§ Directions for this task:
Here are the records. Write out exactly the lines between the one holding "50 ppm/K). */" and the one holding "design sets it", inclusive.

§ Records for the exercise:

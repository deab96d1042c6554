const SINK = process.env.MAIL_VIEWER_URL ?? 'http://127.0.0.1:1090';

export interface SinkMessage {
  id: number;
  to: string[];
  subject: string;
  text: string;
}

/** The newest message to an address whose subject matches, waiting for it to arrive over SMTP. */
export async function waitForMail(to: string, subject: RegExp, timeoutMs = 15000): Promise<SinkMessage> {
  const deadline = Date.now() + timeoutMs;
  while (Date.now() < deadline) {
    const res = await fetch(`${SINK}/api/messages?to=${encodeURIComponent(to)}`);
    const hit = ((await res.json()) as SinkMessage[]).filter((m) => subject.test(m.subject)).pop();
    if (hit) return hit;
    await new Promise((r) => setTimeout(r, 150));
  }
  throw new Error(`no mail to ${to} matching ${subject}`);
}

export function firstLink(message: SinkMessage): string {
  const match = /(https?:\/\/\S+)/.exec(message.text);
  if (!match?.[1]) throw new Error(`no link in "${message.subject}"`);
  return match[1];
}
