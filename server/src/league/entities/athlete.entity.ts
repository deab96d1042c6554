import { Column, CreateDateColumn, Entity, Index, JoinColumn, ManyToOne, PrimaryColumn, type Relation } from 'typeorm';

import { ClubEntity } from './club.entity.js';

export type ExperienceLevelValue = 'ROOKIE' | 'DEVELOPING' | 'EXPERIENCED';
export type DivisionValue = 'MENS' | 'WOMENS' | 'MIXED';

/** A roster entry; most are typed by a coach and have no account (userId null). */
@Entity('athletes')
export class AthleteEntity {
  @PrimaryColumn({ type: 'char', length: 36 })
  id: string;

  @Index('ix_athletes_club')
  @Column({ name: 'club_id', type: 'char', length: 36 })
  clubId: string;

  @ManyToOne(() => ClubEntity, { onDelete: 'RESTRICT' })
  @JoinColumn({ name: 'club_id' })
  club: Relation<ClubEntity>;

  @Column({ name: 'user_id', type: 'char', length: 36, nullable: true, unique: true })
  userId: string | null;

  @Column({ name: 'first_name', type: 'varchar', length: 60 })
  firstName: string;

  @Column({ name: 'last_name', type: 'varchar', length: 60 })
  lastName: string;

  /** Divisions the athlete may enter, comma-separated (MENS, WOMENS, MIXED). */
  @Column({ type: 'set', enum: ['MENS', 'WOMENS', 'MIXED'] })
  divisions: DivisionValue[];

  @Column({ type: 'enum', enum: ['ROOKIE', 'DEVELOPING', 'EXPERIENCED'], default: 'ROOKIE' })
  experience: ExperienceLevelValue;

  @Column({ name: 'first_season_year', type: 'smallint', nullable: true })
  firstSeasonYear: number | null;

  @CreateDateColumn({ name: 'created_at', type: 'datetime', precision: 3 })
  createdAt: Date;
}
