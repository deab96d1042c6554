import { Controller, Get, Inject, Res } from '@nestjs/common';
import type { Response } from 'express';
import { DataSource } from 'typeorm';

import { Public } from '../common/auth/public.decorator.js';
import { MailService } from '../mail/mail.service.js';
import { SearchService } from '../search/search.service.js';

type State = 'up' | 'down';

/** GET /health: 200 when the database, search and mail are all reachable, 503 otherwise. */
@Controller('health')
export class HealthController {
  constructor(
    @Inject(DataSource) private readonly db: DataSource,
    @Inject(SearchService) private readonly search: SearchService,
    @Inject(MailService) private readonly mail: MailService,
  ) {}

  @Get()
  @Public()
  async health(@Res() res: Response): Promise<void> {
    const [database, search, mail] = await Promise.all([this.databaseState(), this.state(this.search.isHealthy()), this.state(this.mail.isHealthy())]);
    const ok = database === 'up' && search === 'up' && mail === 'up';
    res.status(ok ? 200 : 503).json({ status: ok ? 'ok' : 'degraded', database, search, mail });
  }

  private async databaseState(): Promise<State> {
    try {
      await this.db.query('SELECT 1');
      return 'up';
    } catch {
      return 'down';
    }
  }

  private async state(check: Promise<boolean>): Promise<State> {
    return (await check) ? 'up' : 'down';
  }
}
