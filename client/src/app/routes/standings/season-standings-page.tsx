import { SeasonStandingsView } from '../../../features/standings/components/season-standings-view.js';

export function SeasonStandingsPage() {
  return <SeasonStandingsView />;
}
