import { Column, Entity, PrimaryColumn } from 'typeorm';

@Entity('seasons')
export class SeasonEntity {
  @PrimaryColumn({ type: 'char', length: 36 })
  id: string;

  @Column({ type: 'varchar', length: 80, unique: true })
  name: string;

  @Column({ name: 'starts_on', type: 'date' })
  startsOn: string;

  @Column({ name: 'ends_on', type: 'date' })
  endsOn: string;

  @Column({ name: 'is_current', type: 'boolean', default: false })
  isCurrent: boolean;
}
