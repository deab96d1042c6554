import { Column, CreateDateColumn, Entity, Index, PrimaryColumn } from 'typeorm';

/** An e-mailed invitation to join a club; single use, expiring, stored as a hash. */
@Entity('club_invitations')
@Index('ix_club_invitations_club', ['clubId'])
export class ClubInvitationEntity {
  @PrimaryColumn({ type: 'char', length: 36 })
  id: string;

  @Column({ name: 'club_id', type: 'char', length: 36 })
  clubId: string;

  @Column({ type: 'varchar', length: 254 })
  email: string;

  @Column({ type: 'enum', enum: ['COACH', 'ATHLETE'] })
  role: 'COACH' | 'ATHLETE';

  @Column({ name: 'token_hash', type: 'char', length: 64, unique: true })
  tokenHash: string;

  @Column({ name: 'invited_by', type: 'char', length: 36 })
  invitedBy: string;

  @Column({ name: 'expires_at', type: 'datetime', precision: 3 })
  expiresAt: Date;

  @Column({ name: 'accepted_at', type: 'datetime', precision: 3, nullable: true })
  acceptedAt: Date | null;

  @Column({ name: 'accepted_by', type: 'char', length: 36, nullable: true })
  acceptedBy: string | null;

  @CreateDateColumn({ name: 'created_at', type: 'datetime', precision: 3 })
  createdAt: Date;
}
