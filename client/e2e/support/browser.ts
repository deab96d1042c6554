import { mkdirSync } from 'node:fs';

import { afterAll, beforeAll } from '@jest/globals';
import { chromium, type Browser, type BrowserContext, type Page } from 'playwright-core';

export const BASE_URL = process.env.PUBLIC_URL ?? 'http://127.0.0.1:3010';
export const SHOT_DIR = process.env.E2E_SHOT_DIR ?? '/tmp/endgrain-e2e';

const FLAGS = [
  '--headless',
  '--no-sandbox',
  '--disable-gpu',
  '--disable-background-networking',
  '--disable-component-update',
  '--disable-sync',
  '--no-first-run',
];

export const PHONE = { viewport: { width: 390, height: 844 }, isMobile: true, hasTouch: true };
export const DESKTOP = { viewport: { width: 1440, height: 900 }, isMobile: false, hasTouch: false };

export function launchBrowser(): Promise<Browser> {
  return chromium.launch({ executablePath: '/usr/bin/chromium', args: FLAGS });
}

export interface Session {
  context: BrowserContext;
  page: Page;
  /** Console errors and uncaught page errors seen so far. */
  errors: string[];
}

/** A fresh browser profile (no stored token) at phone or desktop size. */
export async function openSession(browser: Browser, device: typeof PHONE | typeof DESKTOP = DESKTOP): Promise<Session> {
  const context = await browser.newContext({ ...device, baseURL: BASE_URL });
  const page = await context.newPage();
  const errors: string[] = [];
  page.on('console', (m) => {
    if (m.type() === 'error') errors.push(m.text());
  });
  page.on('pageerror', (e) => errors.push(e.message));
  return { context, page, errors };
}

export async function screenshot(page: Page, name: string): Promise<void> {
  await page.screenshot({ path: `${SHOT_DIR}/${name}.png`, fullPage: true });
}

/**
 * Reads a value until it equals what is expected, or gives up after the timeout and returns the
 * last reading (so the test's own assertion prints the difference). For screens that re-render
 * after a navigation, where a single read can still see the previous view.
 */
export async function settled<T>(read: () => Promise<T>, expected: T, timeoutMs = 10_000): Promise<T> {
  const until = Date.now() + timeoutMs;
  let value = await read();
  while (JSON.stringify(value) !== JSON.stringify(expected) && Date.now() < until) {
    await new Promise((resolve) => setTimeout(resolve, 100));
    value = await read();
  }
  return value;
}

/** One Chromium for a describe block: launched before its tests (with the shot folder made), closed after. */
export function useChromium(): () => Browser {
  let browser: Browser | undefined;
  beforeAll(async () => {
    mkdirSync(SHOT_DIR, { recursive: true });
    browser = await launchBrowser();
  });
  afterAll(async () => {
    await browser?.close();
  });
  return () => {
    if (!browser) throw new Error('Chromium is not running yet: call the getter inside a test.');
    return browser;
  };
}
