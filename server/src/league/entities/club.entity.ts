import { Column, CreateDateColumn, Entity, PrimaryColumn } from 'typeorm';

@Entity('clubs')
export class ClubEntity {
  @PrimaryColumn({ type: 'char', length: 36 })
  id: string;

  @Column({ type: 'varchar', length: 120, unique: true })
  name: string;

  @Column({ name: 'short_name', type: 'varchar', length: 16, unique: true })
  shortName: string;

  @Column({ type: 'varchar', length: 80 })
  region: string;

  @Column({ name: 'contact_email', type: 'varchar', length: 254, nullable: true })
  contactEmail: string | null;

  /** Club colours as #rrggbb, chosen by the club. */
  @Column({ name: 'colour_primary', type: 'char', length: 7, default: '#2f5d3a' })
  colourPrimary: string;

  @Column({ name: 'colour_secondary', type: 'char', length: 7, default: '#c9a66b' })
  colourSecondary: string;

  @CreateDateColumn({ name: 'created_at', type: 'datetime', precision: 3 })
  createdAt: Date;
}
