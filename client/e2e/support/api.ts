import { DEMO_PASSWORD } from './accounts';
import { BASE_URL } from './browser';

/**
 * One GraphQL call from a test itself (setting up meets, axes, notes), not through the page.
 * Each test file passes its own fake client address, so the sign-in throttle counts it apart
 * from the browser's sign-ins.
 */
export async function api<T>(query: string, variables: Record<string, unknown>, token?: string, address = `10.79.${process.pid % 250}.9`): Promise<T> {
  const res = await fetch(`${BASE_URL}/graphql`, {
    method: 'POST',
    headers: { 'content-type': 'application/json', 'x-forwarded-for': address, ...(token ? { authorization: `Bearer ${token}` } : {}) },
    body: JSON.stringify({ query, variables }),
  });
  const body = (await res.json()) as { data?: T; errors?: { message: string }[] };
  if (!body.data || body.errors) throw new Error(JSON.stringify(body.errors));
  return body.data;
}

/** An access token for a demo account (the seed's shared demo password by default). */
export async function demoToken(email: string, address?: string, password = DEMO_PASSWORD): Promise<string> {
  const { signIn } = await api<{ signIn: { accessToken: string } }>('mutation($i: SignInInput!) { signIn(input: $i) { accessToken } }', { i: { email, password } }, undefined, address);
  return signIn.accessToken;
}
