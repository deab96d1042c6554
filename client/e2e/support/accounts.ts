import type { Page } from 'playwright-core';

export const DEMO_PASSWORD = process.env.DEMO_PASSWORD ?? 'endgrain-demo-2026';

let counter = 0;
export function freshEmail(label: string): string {
  counter += 1;
  return `${label}.${Date.now().toString(36)}.${process.pid}.${counter}@example.org`;
}

/** Signs in through the real form and waits until the app shows the signed-in account menu. */
export async function signInThroughForm(page: Page, email: string, password = DEMO_PASSWORD): Promise<void> {
  await page.goto('/sign-in');
  await page.getByLabel('Email').fill(email);
  await page.getByLabel('Password', { exact: true }).fill(password);
  await page.getByRole('button', { name: 'Sign in' }).click();
  await page.getByRole('button', { name: /^Account menu for / }).waitFor();
}
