/** Every candidate the picker found would load its shunt past the loss limit at its worst-case highest limit. */
function everyCandidateFlagged(candidates: readonly SenseCandidate[], limit: ReturnType<typeof shuntLossLimit>, ratingW: number): ImpossibleError {
  const coolest = candidates.reduce((best, c) => (c.worstCaseLossW < best.worstCaseLossW ? c : best));
  const need = formatEngineering(coolest.worstCaseLossW, 'W');
  const raise =
    limit.from === 'loss budget'
      ? `raise current.shunt.maxLoss to at least ${need}`
      : `raise current.shunt.rating to at least ${formatEngineering((coolest.worstCaseLossW * ratingW) / limit.watts, 'W')}`;
  return new ImpossibleError(
    limit.from === 'loss budget' ? 'current.shunt.maxLoss' : 'current.shunt.rating',
    `every one of the ${candidates.length} current-sense candidates loads its shunt past the ${formatEngineering(limit.watts, 'W')} loss limit (${lossLimitText(limit, ratingW)}) at its quick worst-case highest limit; the least, RS ${formatRkm(coolest.parts['RS']!)}, reaches ${need}`,
    `${raise}, allow smaller shunts (current.shunt.candidates), or tighten the parts that widen the worst case (resistors, current.shunt.tolerance)`,
  );
}

function senseSpec(design: CurrentDesign, parts: Record<string, number>, grades: Record<string, PartGrade>, lossLimit: ReturnType<typeof shuntLossLimit> | undefined): SenseSpec {
  const c = design.current;
  const r = (name: string): ResistorSpec => resistorSpec(name, parts[name]!, grades[name]!);
  const shuntGrade = grades[DESIGNATORS.shunt]!;
  const shunt: ShuntSpec = { ...r(DESIGNATORS.shunt) };
  if (c.shunt.rating !== undefined) shunt.powerRatingW = c.shunt.rating;
  // The design's own loss limit is the window of the shunt loss: the derated rating, or the loss budget when lower.
  if (lossLimit) {
    shunt.lossLimitW = lossLimit.watts;
    shunt.lossLimitFrom = lossLimit.from === 'loss budget' ? 'current.shunt.maxLoss, below the derated rating' : `${formatPercent(lossLimit.watts / c.shunt.rating!, 0)} of the ${formatEngineering(c.shunt.rating!, 'W')} rating`;
  } else if (c.shunt.maxLoss !== undefined) {
    shunt.lossLimitW = c.shunt.maxLoss;
    shunt.lossLimitFrom = 'current.shunt.maxLoss; no rating given';
  }
  if (c.shunt.thermalResistance !== undefined && c.shunt.thermalResistance > 0) shunt.thermalResistanceKPerW = c.shunt.thermalResistance;
  if (c.shunt.parasitic) shunt.parasitic = shuntParasiticSpec(c.shunt.parasitic);
  shunt.distribution = distributionSpec(shuntGrade.distribution);

  const t = c.threshold;
  const ref = thresholdReference(design);
  let threshold: ThresholdSpec;
  if (ref) {
    const source: ThresholdSpec & { kind: 'divided' } extends { source: infer S } ? S : never = ref.shared ? 'regulator-reference' : { name: 'Vref threshold', nominal: ref.volts, tolerance: ref.tolerance, ...(ref.tempcoPerK > 0 ? { tempcoPerK: ref.tempcoPerK } : {}) };
    threshold = { kind: 'divided', source, top: r(DESIGNATORS.thresholdTop), bottom: r(DESIGNATORS.thresholdBottom) };
  } else {
    threshold = { kind: 'fixed', nominal: t.voltage!, tolerance: t.tolerance!, ...(t.tempco ? { tempcoPerK: t.tempco } : {}) };
  }

  const common = { shunt, threshold, limitTarget: c.target, ...(c.compareOffset ? { compareOffset: { nominal: 0, plusMinus: c.compareOffset } } : {}) };
  if (c.topology === 'direct') return { ...common, topology: 'direct' };
  const a = c.amplifier!;
  const amplifier: AmplifierSpec = { offsetMax: a.vos, railV: a.rail, headroomV: a.headroom ?? DEFAULT_HEADROOM };
  if (a.vosDrift) amplifier.offsetDriftPerK = Math.abs(a.vosDrift);
  const ib = a.biasCurrent;
  if (ib && (ib.nominal !== 0 || ib.hi > ib.lo)) amplifier.biasCurrent = { nominal: ib.nominal, plusMinus: currentBandHalfWidth(ib) };
  if (a.offsetCurrent) amplifier.offsetCurrentMax = a.offsetCurrent;
  if (a.cmrr !== undefined && c.topology === 'diff') amplifier.cmrrDb = a.cmrr;
  if (c.topology === 'noninv') return { ...common, topology: 'noninv', rf: r(DESIGNATORS.feedback), rg: r(DESIGNATORS.ground), amplifier };
  const [cmLo, cmHi] = c.commonMode ?? [0, 0];
  const diff: SenseSpec = { ...common, topology: 'diff', r1: r('R1'), r2: r('R2'), r3: r('R3'), r4: r('R4'), commonModeV: (cmLo + cmHi) / 2, amplifier };
  if (cmHi > cmLo) diff.commonModeBand = { plusMinus: (cmHi - cmLo) / 2, distribution: distributionSpec(c.commonModeDistribution ?? 'uniform') };
  return diff;
}

/** The common mode the sense picker ranks at: the one voltage, or the end of its range farthest from 0 V. */
export function pickerCommonMode(c: CurrentSection): number {
  const [lo, hi] = c.commonMode ?? [0, 0];
  return Math.abs(hi) >= Math.abs(lo) ? hi : lo;
}

/** The sense picker's option names and the design-file fields they come from. */
const SENSE_OPTION_FIELDS: Record<string, string> = {
  '--limit': 'current.target',
  '--topology': 'current.topology',
  '--threshold': 'current.threshold.voltage',
  '--threshold-tol': 'current.threshold.tolerance',
  '--threshold-from': 'current.threshold.reference',
  '--shunts': 'current.shunt.candidates',
  '--shunt-tol': 'current.shunt.tolerance',
  '--shunt-rating': 'current.shunt.rating',
  '--derate': 'current.shunt.derating',
  '--max-loss': 'current.shunt.maxLoss',
  '--series': 'current.gainSeries',
  '--window': 'current.gainRange',
  '--tolerance': 'resistors.tolerance',
  '--rail': 'current.amplifier.rail',
  '--headroom': 'current.amplifier.headroom',
  '--vos': 'current.amplifier.vos',
  '--vos-cmp': 'current.compareOffset',
  '--ib': 'current.amplifier.biasCurrent',
  '--common-mode': 'current.commonMode',
};
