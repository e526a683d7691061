// The CV/CC supply as a Model: the feedback divider that sets Vout, and the current-sense path that sets the limit.
// SupplySpec is plain JSON in SI base units with every value resolved (the design layer fills "auto" values first),
// so it crosses to worker threads as is; each worker rebuilds the same Model from it.
//
// How the parts enter (each uncertain quantity is its own Part, so worst case, RSS and the contributions name it):
//   resistor value at temperature   R·(1 + drift)·(1 + α·(T − 25 °C))     α: the unit's TCR, unknown within ±TCR
//     with named drift allowances   R·(1 + drift)·Π(1 + d_allowance)·(1 + α·(T − 25 °C))   (life-allowances.ts)
//   reference                        Vref·(1 + drift)·(1 + tc·(T − 25 °C))
//   amplifier offset                 Vos + (dVos/dT)·(T − 25 °C)
//   shunt self-heating               R_hot = R25·(1 + α·(T + θ·P − 25 °C)), P = I²·R_hot at the limit (hotShunt)
// Bias currents are held constant over temperature (their temperature dependence is left to the ± bound given).
// The physics lives in src/circuits/ (divider, combine, temperature, sense/*); this file only wires parts to it.
import { parallelResistance, seriesResistance } from '../../circuits/combine.js';
import { dividerVout } from '../../circuits/divider.js';
import { diffLimit, diffOutput, type DiffSense } from '../../circuits/sense/diff.js';
import { directLimit, directSignal, type DirectSense } from '../../circuits/sense/direct.js';
import { noninvLimit, noninvOutput, type NoninvSense } from '../../circuits/sense/noninv.js';
import { REFERENCE_TEMPERATURE_C } from '../../circuits/temperature.js';
import { InputError } from '../../errors.js';
import type { DistributionSpec, Part } from '../../tolerance/part.js';
import { partFromBound, partFromTolerance } from '../../tolerance/part.js';
import type { AllowanceSpec } from '../../tolerance/life-allowances.js';
import type { Model, ModelOutput } from '../model.js';
import { ambientGrid } from '../ambient-grid.js';
import { memberColumn, NetworkRegistry, type MemberSlot, type NetworkSpec } from './network-parts.js';

export type { NetworkSpec } from './network-parts.js';

/** One resistor: value, tolerance (fraction), TCR bound (1/K), drift allowance (fraction), distribution. */
export interface ResistorSpec {
  /** Designator shown in reports, e.g. 'R1'. */
  name: string;
  nominal: number;
  tolerance: number;
  tcrPerK?: number;
  drift?: number;
  /** Default uniform. */
  distribution?: DistributionSpec;
  /** Named drift allowances (load life, damp heat, soldering), each its own part `${name} ${allowance}`. */
  allowances?: AllowanceSpec[];
  /** The allowances are its grade's defaults (src/tolerance/life-allowances.ts): a graded copy takes the new grade's. */
  allowancesFromGrade?: boolean;
}

/** A potentiometer used as a variable resistor in a leg: `wiper` (0..1) of its track is in circuit. */
export interface PotentiometerSpec extends ResistorSpec {
  wiper: number;
}

/** One divider leg: one resistor, or two in series or in parallel, plus an optional potentiometer in series. */
export interface LegSpec {
  resistors: [ResistorSpec] | [ResistorSpec, ResistorSpec];
  /** How two resistors combine; required when there are two. */
  arrangement?: 'series' | 'parallel';
  potentiometer?: PotentiometerSpec;
}

/** A quantity known as nominal ± bound (offsets, bias currents). */
export interface BoundSpec {
  nominal: number;
  plusMinus: number;
  /** Default uniform; for a datasheet maximum given as kσ use { kind: 'normal', k }. */
  distribution?: DistributionSpec;
}

export interface ReferenceSpec {
  /** Default 'Vref'. */
  name?: string;
  nominal: number;
  /** Initial accuracy, fraction. */
  tolerance: number;
  /** Temperature coefficient bound, 1/K (e.g. 50e-6 for 50 ppm/K). */
  tempcoPerK?: number;
  /** Long-term drift allowance, fraction. */
  drift?: number;
  distribution?: DistributionSpec;
}

export interface TemperatureSpec {
  /** Operating ambient range, °C; worst case takes both ends. */
  minC: number;
  maxC: number;
  /**
   * The ambient drawn with each Monte Carlo trial (the random-ambient figures and the distribution statistics):
   * uniform over the range, or held at one temperature. The per-unit check covers the whole range either way.
   */
  monteCarlo: 'uniform' | { fixedC: number };
  /** Ambients per unit for the per-unit check, evenly spaced over minC..maxC, ends included (default ambient-grid.ts). */
  unitPoints?: number;
}

export interface ShuntSpec extends ResistorSpec {
  /** Power rating, W: shuntLoss gets the spec window [0, rating] when no lossLimitW is given. */
  powerRatingW?: number;
  /**
   * Largest loss the design allows at the limit, W: shuntLoss gets the spec window [0, lossLimitW] (a design sets it
   * to the lower of the derated rating and its loss budget).
   */
  lossLimitW?: number;
  /** Where lossLimitW came from, for the notes, e.g. '50 % of the 500 mW rating'. */
  lossLimitFrom?: string;
  /** Thermal resistance to ambient θ, K/W: enables self-heating θ·I²R at the limit. */
  thermalResistanceKPerW?: number;
  /**
   * Parasitic series resistance of pads and traces that the sense connections see (common practice concern; Kelvin
   * sensing removes most of it): it adds to the shunt in the sensed resistance and in the loss at the limit, with
   * its own tolerance and TCR (copper's, typically). With self-heating its loss is counted as heating the shunt
   * body too (conservative); only the shunt's own value takes the shunt's TCR through that heat.
   */
  parasitic?: ResistorSpec;
}

export interface AmplifierSpec {
  /** Input offset voltage maximum, V (about 0 V). */
  offsetMax: number;
  /** Default uniform over ±offsetMax. */
  offsetDistribution?: DistributionSpec;
  /** Offset drift bound, V/K. */
  offsetDriftPerK?: number;
  /** Input bias current, A: the mean of the two inputs' currents. */
  biasCurrent?: BoundSpec;
  /** Input offset current Ios = Ib+ − Ib−, maximum magnitude, A (uniform over ±; default 0). */
  offsetCurrentMax?: number;
  /**
   * The amplifier's own common-mode rejection, dB (datasheet minimum): diff only, where its inputs sit at the
   * common-mode voltage; its input offset moves by ±V+/CMRR, the sign unknown for a unit (uniform).
   */
  cmrrDb?: number;
  /** Supply rail, V: ampOutput gets the spec window [0, railV − headroomV], the swing the output can reach. */
  railV?: number;
  /** How far below the rail the output can swing, V (default 0). */
  headroomV?: number;
}

export type ThresholdSpec =
  | { kind: 'fixed'; nominal: number; tolerance: number; tempcoPerK?: number; distribution?: DistributionSpec; allowances?: AllowanceSpec[] }
  /** Threshold = source·bottom/(top + bottom); the source is the regulator's own reference or a separate one. */
  | { kind: 'divided'; source: 'regulator-reference' | ReferenceSpec; top: ResistorSpec; bottom: ResistorSpec };

interface SenseCommon {
  shunt: ShuntSpec;
  threshold: ThresholdSpec;
  /** Offset of the stage that compares with the threshold, referred to its input. */
  compareOffset?: BoundSpec;
  /** The current limit the design aims at, A (for reports; the model computes the actual limit). */
  limitTarget: number;
}

export type SenseSpec =
  | (SenseCommon & { topology: 'direct' })
  | (SenseCommon & { topology: 'noninv'; rf: ResistorSpec; rg: ResistorSpec; amplifier: AmplifierSpec })
  | (SenseCommon & {
      topology: 'diff';
      r1: ResistorSpec;
      r2: ResistorSpec;
      r3: ResistorSpec;
      r4: ResistorSpec;
      /** Voltage of the shunt's load-side node: 0 V low-side, the rail high-side. */
      commonModeV: number;
      /**
       * When the common-mode voltage spreads from unit to unit (an LED string's forward voltage): its band about
       * commonModeV, drawn once per unit (uniform unless given) as the part 'Vcm'; worst case takes its ends.
       */
      commonModeBand?: { plusMinus: number; distribution?: DistributionSpec };
      amplifier: AmplifierSpec;
    });

export interface SupplySpec {
  /** The regulator's feedback reference; needed with a divider (and by a threshold divided from it). */
  reference?: ReferenceSpec;
  /** The output divider; absent for a current-only design (no voltage loop: no vout, no dividerCurrent). */
  divider?: { top: LegSpec; bottom: LegSpec; feedbackBias?: BoundSpec };
  temperature: TemperatureSpec;
  sense?: SenseSpec;
  /**
   * Acceptance windows [lo, hi]: output voltage (V) and current limit (A). `voutSides` says which vout limits the
   * design gave (an adjustable output's ends give one each; the other end is its worst case, to count units).
   */
  windows?: { vout?: [number, number]; ilimit?: [number, number]; voutSides?: 'both' | 'low' | 'high' };
  /** The output voltage the design aims at, V (for reports). */
  voutTarget?: number;
  /** Resistor networks: their members take the network's shared and own draws (network-parts.ts), not their own tolerance and TCR. */
  networks?: NetworkSpec[];
}

// ---------------------------------------------------------------------------------------------------------------
// Wiring parts to parameter indices.

const NONE = -1;

/** Indices (into the parts list) of what makes up one resistor's value at temperature. */
interface ResistorSlot {
  value: number;
  tcr: number;
  drift: number;
  /** A network member: its value comes from the network's draws (value and tcr are NONE). */
  member?: MemberSlot;
  /** Named drift allowances' parts (empty without any). */
  life: number[];
}

interface LegSlots {
  a: ResistorSlot;
  b: ResistorSlot | null;
  parallel: boolean;
  pot: ResistorSlot | null;
  wiper: number;
}

class PartList {
  readonly parts: Part[] = [];
  networks: NetworkRegistry | null = null;
  add(part: Part): number {
    if (this.parts.some((p) => p.name === part.name)) {
      throw new InputError(`part ${part.name}`, 'two parts share this name', 'a unique designator for each part');
    }
    this.parts.push(part);
    return this.parts.length - 1;
  }
}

§ Answer space:
  /** Temperature coefficient bound, 1/K (e.g. 50e-6 for 50 ppm/K). */
  tempcoPerK?: number;
  /** Long-term drift allowance, fraction. */
  drift?: number;
  distribution?: DistributionSpec;
}

export interface TemperatureSpec {
  /** Operating ambient range, °C; worst case takes both ends. */
  minC: number;
  maxC: number;
  /**
   * The ambient drawn with each Monte Carlo trial (the random-ambient figures and the distribution statistics):
   * uniform over the range, or held at one temperature. The per-unit check covers the whole range either way.
   */
  monteCarlo: 'uniform' | { fixedC: number };
  /** Ambients per unit for the per-unit check, evenly spaced over minC..maxC, ends included (default ambient-grid.ts). */
  unitPoints?: number;
}

export interface ShuntSpec extends ResistorSpec {
  /** Power rating, W: shuntLoss gets the spec window [0, rating] when no lossLimitW is given. */
  powerRatingW?: number;
  /**
   * Largest loss the design allows at the limit, W: shuntLoss gets the spec window [0, lossLimitW] (a design sets it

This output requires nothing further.